Ve kendine olan saygının, büyüklüğün, onurun kadına saygıdan geçtiğini öğrenmeliler.
Öğrenmeliler ki...
Şimdi ki bizler gibi...
Kendini mümin, demokrat, medeni, delikanlı ve erkek sanan "Köle tacirleri" gibi yaşamasınlar.
Saygılar...
YORUMLAR
"adam haklı, dağılın beyler"
gerçekten de haklısınız. kadınların maruz kaldığı şiddet günümüz toplumunda çok ileriye gitti.
kimsenin saklayamayacağı raddeye geldi. geldi de haberlerde artık klişe olduğunu düşünülmeye başlandı.
"suç iki başlıdır." derdi bir Arkadaşım. bunu da göz ardı etmek sorunun çözülmesine darbe vurur.
belki hatanın büyüğünden başlamak istemişsin ama ik tarafı da yazsan daha hoş olurdu bence.
yazını okuyup yorum yazdıktan sonra gezinirken şu yazı ile karşılaştım
http://edebiyatdefteri.com/yazioku.asp?id=102384
ve iki yazının bağdaşan kısımları olduğunu düşünüyorum.
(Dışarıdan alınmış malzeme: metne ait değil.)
"""Why cells are deaf: the parts add up; and cures against a search through all candidates."""

from __future__ import annotations

import numpy as np
import pytest
from pyproj import Geod

from ocean_sound.sensors.area import Area
from ocean_sound.sensors.coverage import Hearing, Noise, Target, losses_at
from ocean_sound.sensors.curing import CAUSES, PARTS, cures, deafness
from ocean_sound.sensors.hearing import Receiver
from ocean_sound.sensors.sites import Site

from .conftest import ALPHA, spherical

AREA = Area.box(29.95, 30.05, -60.06, -59.94, spacing=1000.0, depths=[20.0, 70.0], bathymetry=100.0)
SENSORS = [Site("A", 30.0, -60.0, 40.0), Site("B", 30.03, -60.03, 40.0)]
OTHERS = [Site("A deep", 30.0, -60.0, 80.0), Site("C", 29.97, -59.98, 40.0)]
HEARING = Hearing(Target(150.0), Receiver(8.0, 1000.0, self_noise=30.0), Noise([50.0], calm=40.0))


def shadowed(section, *, source_depth, ranges, depths, **rest):
    """20 dB more in the upper half for shallow sensors, 6 dB less from the seabed where there is one."""
    loss = spherical(section, source_depth=source_depth, ranges=ranges, depths=depths, **rest)
    loss += 20.0 * ((np.asarray(depths) < 45.0) & (source_depth < 60.0))[None, :]
    return loss - (6.0 if section.seabed.kind is not None else 0.0)


@pytest.fixture
def lost(losses_of):
    everyone = [*SENSORS, *OTHERS]
    common = {"engine": shadowed, "ranges": 200, "depths": np.linspace(0.0, 90.0, 91), "bearings": 72}
    whole = losses_at(losses_of(everyone, kind="sand", **common), AREA)
    free = losses_at(losses_of(everyone, kind="sand", boundaries=False, **common), AREA)
    return whole, free


@pytest.fixture
def found(lost):
    return deafness(
        lost[0][:, :2], lost[1][:, :2], area=AREA, sensors=SENSORS, absorption=1000.0 * ALPHA, hearing=HEARING
    )


def test_the_parts_add_up_to_what_is_missing(found, lost):
    assert found.parts.shape[0] == len(PARTS)
    assert found.parts.sum(axis=0) == pytest.approx(found.missing, abs=1e-9)
    best = lost[0][:, :2].min(axis=1).astype(float)
    allowed = HEARING.allowed(50.0)
    assert found.missing == pytest.approx(best - allowed, abs=1e-9)


def test_each_part_is_what_was_put_in(found):
    parts = dict(zip(PARTS, found.parts[:, 0], strict=True))
    upper = AREA.cell_depth < 45.0
    assert parts["refraction"] == pytest.approx(np.where(upper, 20.0, 0.0), abs=0.2)
    assert parts["boundaries"] == pytest.approx(-6.0, abs=1e-4)
    quiet = 10.0 * np.log10(10.0**4 + 10.0**3)
    loud = 10.0 * np.log10(10.0**5 + 10.0**3)
    assert parts["noise"] == pytest.approx(loud - quiet)
    assert parts["budget"] == pytest.approx(-(150.0 - quiet - 30.0 - 8.0))
    names = np.array(CAUSES)[found.cause[0][found.cause[0] >= 0]]
    assert set(names) <= {"refraction", "spreading", "noise"}
    assert "refraction" in names


def test_cures_equal_a_search(found, lost):
    whole = lost[0]
    everyone = [*SENSORS, *OTHERS]
    cure = cures(found, whole, candidates=everyone, sensors=SENSORS, hearing=HEARING)
    allowed = HEARING.allowed(50.0)
    geod = Geod(ellps="WGS84")
    kinds = set()
    for cell in range(AREA.size):
        missing = found.missing[0, cell]
        if missing <= 0.0:
            assert (cure.threshold[0, cell], cure.depth[0, cell], cure.place[0, cell]) == (0.0, 0.0, 0.0)
            continue
        assert cure.threshold[0, cell] == pytest.approx(-missing)
        depth = 40.0 if whole[0, 2, cell] <= allowed else np.nan
        assert cure.depth[0, cell] == pytest.approx(depth, nan_ok=True)
        places = [
            (min(geod.inv(a.longitude, a.latitude, b.longitude, b.latitude)[2] for b in SENSORS), c)
            for c, a in enumerate(everyone)
            if whole[0, c, cell] <= allowed and c == 3
        ]
        place, site = min(places) if places else (np.nan, -1)
        assert cure.place[0, cell] == pytest.approx(place, nan_ok=True)
        assert cure.site[0, cell] == site
        kinds.add((np.isnan(depth), np.isnan(place)))
    assert len(kinds) > 1


def test_beyond_the_range_nothing_is_said(losses_of):
    area = Area.box(29.7, 30.3, -60.1, -59.9, spacing=5000.0, depths=[20.0], bathymetry=100.0)
    loss = losses_at(losses_of(SENSORS), area)
    found = deafness(loss, loss, area=area, sensors=SENSORS, absorption=1.0, hearing=HEARING)
    far = ~np.isfinite(loss.min(axis=1))
    assert far.any()
    assert np.isnan(found.missing[far]).all()
    assert np.isnan(found.parts[:, far]).all()
    assert np.all(found.cause[far] == -1)
    cure = cures(found, loss, candidates=SENSORS, sensors=SENSORS, hearing=HEARING)
    assert np.isnan(cure.threshold[far]).all()
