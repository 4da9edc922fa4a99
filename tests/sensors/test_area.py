"""Areas against pyproj's polygons, across the date line, over land and shallow water; their outlines as GeoJSON."""

from __future__ import annotations

import numpy as np
import pytest
from pyproj import Geod

from ocean_sound.errors import InputError
from ocean_sound.sensors.area import Area, places_in
from ocean_sound.sensors.outlines import cells_outline, reach_outline
from ocean_sound.sensors.sites import Site

GEOD = Geod(ellps="WGS84")


def parallel_box(south, north, west, east):
    """Area of a box along parallels and meridians by pyproj, m2: its parallels in many short geodesics."""
    x = np.linspace(west, east, 2001)
    lon = np.concatenate((x, x[::-1]))
    lat = np.concatenate((np.full(x.size, south), np.full(x.size, north)))
    return abs(GEOD.polygon_area_perimeter(lon, lat)[0])


@pytest.mark.parametrize("box", [(-2.0, 1.0, 10.0, 12.0), (59.0, 61.0, -20.0, -15.0), (30.0, 33.0, 178.0, -177.0)])
def test_weights_are_the_area_of_the_ellipsoid(box):
    area = Area.box(*box, spacing=20e3, depths=[10.0, 20.0, 30.0], bathymetry=100.0)
    south, north, west, east = box
    expected = parallel_box(south, north, west, east if east > west else east + 360.0)
    assert area.weight.sum() == pytest.approx(expected, rel=1e-7)


def test_across_the_date_line_longitudes_run_on():
    area = Area.box(10.0, 11.0, 179.0, -179.0, spacing=20e3, depths=[10.0], bathymetry=100.0)
    assert np.all(np.diff(area.longitude) > 0.0)
    assert area.longitude[-1] > 180.0
    assert np.abs(area.cell_longitude).max() <= 180.0
    assert area.cells_at(10.5, -179.5).tolist() == area.cells_at(10.5, 180.5).tolist()


def test_a_polygon_is_cut_by_its_corners():
    corners = [(0.0, 179.0), (0.0, -179.0), (2.0, -179.0), (2.0, 179.0)]
    area = Area.polygon(corners, spacing=10e3, depths=[10.0], bathymetry=100.0)
    same = Area.box(0.0, 2.0, 179.0, -179.0, spacing=10e3, depths=[10.0], bathymetry=100.0)
    assert area.size == same.size
    triangle = Area.polygon(corners[:3], spacing=5e3, depths=[10.0], bathymetry=100.0)
    lon = np.array([179.0, 181.0, 181.0])
    expected = abs(GEOD.polygon_area_perimeter(lon, [0.0, 0.0, 2.0])[0])
    assert triangle.weight.sum() == pytest.approx(expected, rel=0.03)


def test_land_and_shallow_water(bathymetry_file):
    axis = np.linspace(-1.0, 1.0, 81)
    grid = bathymetry_file(lambda lat, lon: -100.0 * lon + 0.0 * lat, axis, axis)
    area = Area.box(-0.5, 0.5, -0.9, 0.9, spacing=5e3, depths=[10.0, 60.0], shares=[1.0, 3.0], bathymetry=grid)
    lon = area.cell_longitude
    assert lon.min() > 0.0  # the west is land
    # the deeper layer needs more than 60 m, and where it is missing the upper one has all the time
    assert lon[area.cell_depth == 60.0].min() > 0.6
    columns = {}
    for cell in range(area.size):
        key = area.places[1][cell], area.places[2][cell]
        columns.setdefault(key, []).append((area.cell_depth[cell], area.weight[cell]))
    for held in columns.values():
        total = sum(weight for _, weight in held)
        assert held[0][1] == pytest.approx(total if len(held) == 1 else total / 4.0)


@pytest.mark.parametrize(
    ("make", "message"),
    [
        (lambda: Area.box(1, 0, 0, 1, spacing=1e4, depths=[1], bathymetry=9.0), "a south below the north"),
        (lambda: Area.box(0, 1, 0, 1, spacing=1.0, depths=[1], bathymetry=9.0), "m or more would be right"),
        (lambda: Area.box(0, 1, 0, 1, spacing=0, depths=[1], bathymetry=9.0), "spacing is 0 m"),
        (lambda: Area.box(0, 1, 0, 1, spacing=1e4, depths=[5, 2], bathymetry=9.0), "depths are no list"),
        (lambda: Area.box(0, 1, 0, 1, spacing=1e4, depths=[50], bathymetry=9.0), "no cell lies in water of 50 m"),
        (lambda: Area.box(0, 1, 0, 1, spacing=1e4, depths=[5], shares=[1, 2], bathymetry=9.0), "2 shares for 1"),
        (lambda: Area.polygon([(0, 0), (1, 1)], spacing=1e4, depths=[5], bathymetry=9.0), "2 corners"),
        (lambda: Area.polygon([(0, 0), (0, 1), (0, 2)], spacing=1e4, depths=[5], bathymetry=9.0), "on one line"),
        (lambda: Area.polygon([(95, 0), (1, 1), (2, 2)], spacing=1e4, depths=[5], bathymetry=9.0), "no position"),
        (
            lambda: Area.polygon([(80, 0), (80, 120), (80, 240)], spacing=1e5, depths=[5], bathymetry=9.0),
            "goes round a pole",
        ),
    ],
)
def test_what_is_no_area_is_refused(make, message):
    with pytest.raises(InputError, match=message):
        make()


def test_no_cell_holds_a_place_outside():
    area = Area.box(0.0, 1.0, 0.0, 1.0, spacing=2e4, depths=[1.0], bathymetry=9.0)
    with pytest.raises(InputError, match="no cell in water holds latitude 2"):
        area.cells_at(2.0, 0.5)


def test_places_of_a_grid_lie_in_the_polygon():
    area = Area.polygon([(0, 0), (0, 1), (1, 0)], spacing=1e4, depths=[1.0], bathymetry=9.0)
    places = np.array(places_in(area, 2e4))
    assert len(places) > 5
    assert np.all(places.sum(axis=1) < 1.0 + 1e-9)


def shoelace(ring):
    x, y = np.array(ring[:-1]).T
    return 0.5 * np.sum(x * np.roll(y, -1) - np.roll(x, -1) * y)


@pytest.mark.parametrize("seed", range(8))
def test_outlines_hold_the_cells_and_no_more(seed):
    """Areas of rings add up to the cells, rings are closed and rightly turned, and none goes over 180 degrees."""
    area = Area.box(0.0, 1.0, 179.03, -178.0, spacing=11e3, depths=[5.0], bathymetry=50.0)
    chosen = np.random.default_rng(seed).random(area.inside.shape) < 0.6
    feature = cells_outline(area, chosen, {"what": "x"})
    total = 0.0
    for polygon in feature["geometry"]["coordinates"]:
        for k, ring in enumerate(polygon):
            assert ring[0] == ring[-1]
            x = np.array(ring)[:, 0]
            assert np.ptp(x) < 180.0
            assert np.abs(x).max() <= 180.0
            assert (shoelace(ring) > 0.0) == (k == 0)
            total += shoelace(ring)
    assert total == pytest.approx(chosen.sum() * area.step[0] * area.step[1], rel=1e-6)


def test_reach_is_a_polygon_on_both_sides_of_the_date_line():
    site = Site("A", 10.0, 179.99, 5.0)
    bearings = np.arange(0.0, 360.0, 10.0)
    reach = np.full(36, 20e3)
    feature = reach_outline(site, bearings, reach, {})
    rings = [polygon[0] for polygon in feature["geometry"]["coordinates"]]
    assert len(rings) == 2
    assert all(shoelace(ring) > 0.0 for ring in rings)
    measured = sum(GEOD.polygon_area_perimeter(*np.array(ring).T)[0] for ring in rings)
    assert measured == pytest.approx(0.5 * 36 * np.sin(np.radians(10.0)) * 20e3**2, rel=1e-3)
iki tarafın mağduriyetleri farklı ama iki tarafın mağduriyetleri var.
bulutların gözyaşları tarafından 8/4/2012 12:13:10 PM zamanında düzenlenmiştir.
Elbette ki, kadınların nesne olamalarının, oyuncak gibi kullanılıp atılmalarının, hor görülmelerinin tek suçlusu erkekler değildir. "gönüllü kurbanlık" anlayışını malaesef kadınlar kabul ediyor, en büyük hata kadınların , erkeği de kadını da yetiştiren kadının kendisi, kadınlar evliliklerini sürdürme, çocuklarının geleceği pahasına küçülmeye, ezilmeye, aldatılmaya ve her türlü zorlukları çekmeye razı oluyorlar, annelerinin, anneannelerinin yüzyıllardır yaptıklarını yapıyorlar kendilerini aşağı erkeği de yukarı gören yine kadınlar, kızlarını dizin dibinden ayırmayan, erkeği de sokağa salan yine kadınlar, kadını eve vekil bırakmış erkek, kadın erkekten daha ataerkil.. hata da burdan kaynaklanıyor daha çok, "ben bilmem kocam bilir" diyen kadının kendisi.. daha neler neler... emeğine sağlık güzel noktalara değinmişsin, ancak bu noktaya gelinemsinin bir diğer suçlusunun da kadın olduğunu unutmamak gerekir..erkeğe kul köle olmaya devam ederlerse sonu böyle olmaya mahkumdur ne yazık ki.